Tam, Margaret and Winifred are trying to use Data Science to find the best burritos in San Diego! Their friends Irene and Maya provided them with two comprehensive datasets on many burrito establishments in the San Diego area taken from (and cleaned from): https://www.kaggle.com/srcole/burritos-in-san-diego/data

The following cell reads in a table called `ratings` which contains names of burrito restaurants, their Yelp rating, Google rating, as well as their Overall rating. It also reads in a table called `burritos_types` which contains names of burrito restaurants, their menu items, and the cost of the respective menu item at the restaurant.

In [2]:
#Just run this cell
ratings = Table.read_table("data/ratings.csv")
ratings.show(5)
burritos_types = Table.read_table("data/burritos_types.csv")
burritos_types.show(5)

**Question 1.** It would be easier if we could combine the information in both tables. Assign `burritos` to the result of joining the two tables together.

*Note: it doesn't matter which table you put in as the argument to the table method, either order will work for the autograder tests.*

*Hint: If you need refreshers on table methods, look at the [python reference](http://data8.org/sp20/python-reference.html).*

<!--
BEGIN QUESTION
name: q1_1
-->

In [5]:
burritos = ...
burritos.show(5)

In [None]:
grader.check("q1_1")

<!-- BEGIN QUESTION -->

**Question 2.** Let's look at how the Yelp scores compare to the Google scores in the `burritos` table.
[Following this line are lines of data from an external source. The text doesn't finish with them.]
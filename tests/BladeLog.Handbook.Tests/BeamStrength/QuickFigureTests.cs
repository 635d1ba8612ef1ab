using BladeLog.Handbook.BeamStrength;
using BladeLog.Handbook.Quantities;
using CsCheck;
using static BladeLog.Handbook.Tests.BeamStrength.ReferenceBands;

namespace BladeLog.Handbook.Tests.BeamStrength;

/// <summary>The quick figures and what stands beside the tip stiffness (band stability specification 4, 5 and 6).</summary>
public class QuickFigureTests
{
    private static readonly GuidedBand A11 = Guided(25, 0.9, 5, 100, 200, 150, 100);

    public static TheoryData<string> Bands => Ids;

    // Claimed there: within 2 % to r = 0.4 and 5.3 % to r = 0.7 over the 26 reference bands, against the exact solution; half a digit is allowed.
    [Theory]
    [MemberData(nameof(Bands))]
    public void The_stiffness_left_under_thrust_is_near_the_full_solution(string id)
    {
        GuidedBand band = Find(id).Band;
        double Pcr = LateralBuckling.CriticalThrust(band, 24, prebuckling: false).Newtons, s = ThrustSoftening.TwistShare(band);
        double rest = TipStiffness.AtPoint(band, default).NewtonsPerMetre;
        for (int step = 1; step <= 35; step++)
        {
            double r = 0.02 * step, exact = TipStiffness.AtPoint(band, new Force(r * Pcr)).NewtonsPerMetre / rest;
            Near(exact, ThrustSoftening.Left(r, s), step <= 20 ? 0.0205 : 0.0535, id);
        }
    }

    // At half of the buckling thrust 53 to 65 % are left, at a third about 70 to 80 % (specification 0).
    [Theory]
    [MemberData(nameof(Bands))]
    public void At_half_of_the_buckling_thrust_more_than_half_of_the_stiffness_is_left(string id)
    {
        double s = ThrustSoftening.TwistShare(Find(id).Band);
        Assert.InRange(ThrustSoftening.Left(0.5, s), 0.52, 0.66);
        Assert.InRange(ThrustSoftening.Left(1.0 / 3, s), 0.675, 0.805);
        Assert.Equal(1, ThrustSoftening.Left(0, s));
        Assert.Equal(0, ThrustSoftening.Left(1, s));
    }

    // Two bands that differ in tooth height only tell the twist apart by the lever: δ = lateral + e² twist.
    [Theory]
    [MemberData(nameof(Bands))]
    public void The_share_of_the_twist_is_that_of_the_lever(string id)
    {
        GuidedBand band = Find(id).Band;
        var higher = new Length(band.GulletDepth.Metres + 0.004);
        GuidedBand taller = band with { GulletDepth = higher, Width = new Length(band.Width.Metres + 0.004) };
        double Lever(GuidedBand b) => (b.Width.Metres + b.GulletDepth.Metres) / 2;
        double Give(GuidedBand b) => 1 / TipStiffness.AtPoint(b, default).NewtonsPerMetre;
        double twist = (Give(taller) - Give(band)) / (Math.Pow(Lever(taller), 2) - Math.Pow(Lever(band), 2));
        Assert.Equal(twist * Math.Pow(Lever(band), 2) / Give(band), ThrustSoftening.TwistShare(band), 1e-6);
    }

    // Specification 4: with gullets within 2.5 % on table A and slightly high; "worst tried 0.52 against 0.498" off the table.
    // It is meant where the plate would rule. The fit is of cuts at mid-span; the one far off it (A24) is 5 % high.
    [Theory]
    [MemberData(nameof(Bands))]
    public void The_quick_plate_share_is_near_the_plate(string id)
    {
        Row row = Find(id);
        if (row["w"] >= 40 || row["w"] / row["S"] > 0.2)
        {
            Near(row["PcrPlate_N8K4"] / row["PcrBeam_N12"], PlateFit.Share(row.Band), row["xc"] == row["S"] / 2 ? 0.025 : 0.05, id);
        }
    }

    // Specification 4: 0.41 to 0.50 of the beam at 150 mm on 300 mm, near 1 for a narrow band on a long span.
    [Fact]
    public void A_wide_thin_band_on_a_short_span_loses_half()
    {
        Assert.InRange(PlateFit.Share(Guided(150, 1.3, 0, 120, 300, 150, 150)), 0.45, 0.65);
        Assert.InRange(PlateFit.Share(Guided(6, 0.5, 0, 100, 300, 150, 150)), 0.999, 1);
        Assert.Throws<ArgumentOutOfRangeException>(() => PlateFit.Share(Guided(150, 1.3, 0, 120, 200, 100, 100)));
    }

    // Specification 5.3: about 1320 N/mm at pitch 12, gullet 5, 0.9 thick.
    [Fact]
    public void A_tooth_is_far_stiffer_than_the_band_it_stands_on()
    {
        Stiffness tooth = ToothCompliance.OfTooth(Length.FromMillimetres(12), Length.FromMillimetres(5), Length.FromMillimetres(0.9), Steel206);
        Assert.Equal(1320, tooth.NewtonsPerMillimetre, 5.0);
        Stiffness band = TipStiffness.AtPoint(A11, default), both = ToothCompliance.InSeries(band, tooth);
        Assert.InRange(both.NewtonsPerMetre / band.NewtonsPerMetre, 0.98, 0.99);
        Assert.Equal(0, ToothCompliance.InSeries(default, tooth).NewtonsPerMetre);
    }

    // Specification 5.2: 150 N, 0.05, A11 at its allowed thrust 7.5/27.3 = 0.27 mm, without thrust 7.5/38.0 = 0.20 mm.
    [Fact]
    public void The_worked_wander()
    {
        var allowed = new Force(203.514);
        double with = WanderEstimate.Mean(0.05, new Force(150), TipStiffness.OverCut(A11, allowed)).Millimetres;
        double without = WanderEstimate.Mean(0.05, new Force(150), TipStiffness.OverCut(A11, default)).Millimetres;
        Assert.Equal(0.27, with, 0.0051);
        Assert.Equal(0.20, without, 0.0051);
        Near(7.5 / 27.3039, with, 1e-5);
    }

    [Fact]
    public void A_learnt_share_gives_back_the_wander_it_was_learnt_from() =>
        Gen.Select(Gen.Double[-3e-3, 3e-3], Gen.Double[10, 500], Gen.Double[4e3, 9e4]).Sample((wander, force, k) =>
        {
            double psi = WanderEstimate.LearntShare(new Length(wander), new Force(force), new Stiffness(k));
            if (psi <= 1)
            {
                Assert.Equal(Math.Abs(wander), WanderEstimate.Mean(psi, new Force(force), new Stiffness(k)).Metres, 1e-12);
            }
        });

    [Fact]
    public void Dull_teeth_wander_more_and_a_buckled_band_without_limit()
    {
        Assert.True(WanderEstimate.DullShare > WanderEstimate.SharpShare);
        Assert.Equal(double.PositiveInfinity, WanderEstimate.Mean(0.03, new Force(100), default).Metres);
        Assert.Equal(0, WanderEstimate.Mean(0, new Force(100), default).Metres);
    }

    [Fact]
    public void Impossible_numbers_are_refused()
    {
        Assert.Throws<ArgumentOutOfRangeException>(() => ThrustSoftening.Left(-0.1, 0.5));
        Assert.Throws<ArgumentOutOfRangeException>(() => ThrustSoftening.Left(0.1, 0));
        Assert.Throws<ArgumentOutOfRangeException>(() => WanderEstimate.Mean(1.1, new Force(1), new Stiffness(1)));
        Assert.Throws<ArgumentOutOfRangeException>(() => WanderEstimate.Mean(0.1, new Force(-1), new Stiffness(1)));
        Assert.Throws<ArgumentOutOfRangeException>(() => WanderEstimate.LearntShare(new Length(1e-3), default, new Stiffness(1)));
        Assert.Throws<ArgumentOutOfRangeException>(() => WanderEstimate.LearntShare(new Length(1e-3), new Force(1), default));
        Assert.Throws<ArgumentOutOfRangeException>(() => ToothCompliance.OfTooth(default, new Length(1), new Length(1), Steel206));
        Assert.Throws<ArgumentOutOfRangeException>(() => ToothCompliance.InSeries(new Stiffness(1), default));
    }
}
First, assign `yelp_and_google` to a table only containing the columns `Yelp` and `Google`. Then, make a scatter plot with Yelp scores on the x-axis and the Google scores on the y-axis. 

<!--
BEGIN QUESTION
name: q1_2
manual: True
-->

In [9]:
yelp_and_google = ...
...
# Don't change/edit/remove the following line.
# To help you make conclusions, we have plotted a straight line on the graph (y=x)
plots.plot(np.arange(2.5,5,.5), np.arange(2.5,5,.5));

<!-- END QUESTION -->

<!-- BEGIN QUESTION -->

**Question 3.** Looking at the scatter plot you just made in Question 1.2, do you notice any pattern(s) (i.e. is one of the two types of scores consistently higher than the other one)? If so, describe them **briefly** in the cell below.

<!--
BEGIN QUESTION
name: q1_3
manual: True
-->

_Type your answer here, replacing this text._

<!-- END QUESTION -->



Here's a refresher on how `.group` works! You can read how `.group` works in the [textbook](https://www.inferentialthinking.com/chapters/08/2/Classifying_by_One_Variable.html), or you can view the video below. The video resource was made by a past staff member - Divyesh Chotai!

In [12]:
from IPython.display import YouTubeVideo
YouTubeVideo("HLoYTCUP0fc")

**Question 4.** From the `burritos` table, some of the restaurant locations have multiple reviews. Winifred thinks California burritos are the best type of burritos, and wants to see the average overall rating for California burritos at each location. Create a table that has two columns: the name of the restaurant and the average overall rating of California burritos at each location.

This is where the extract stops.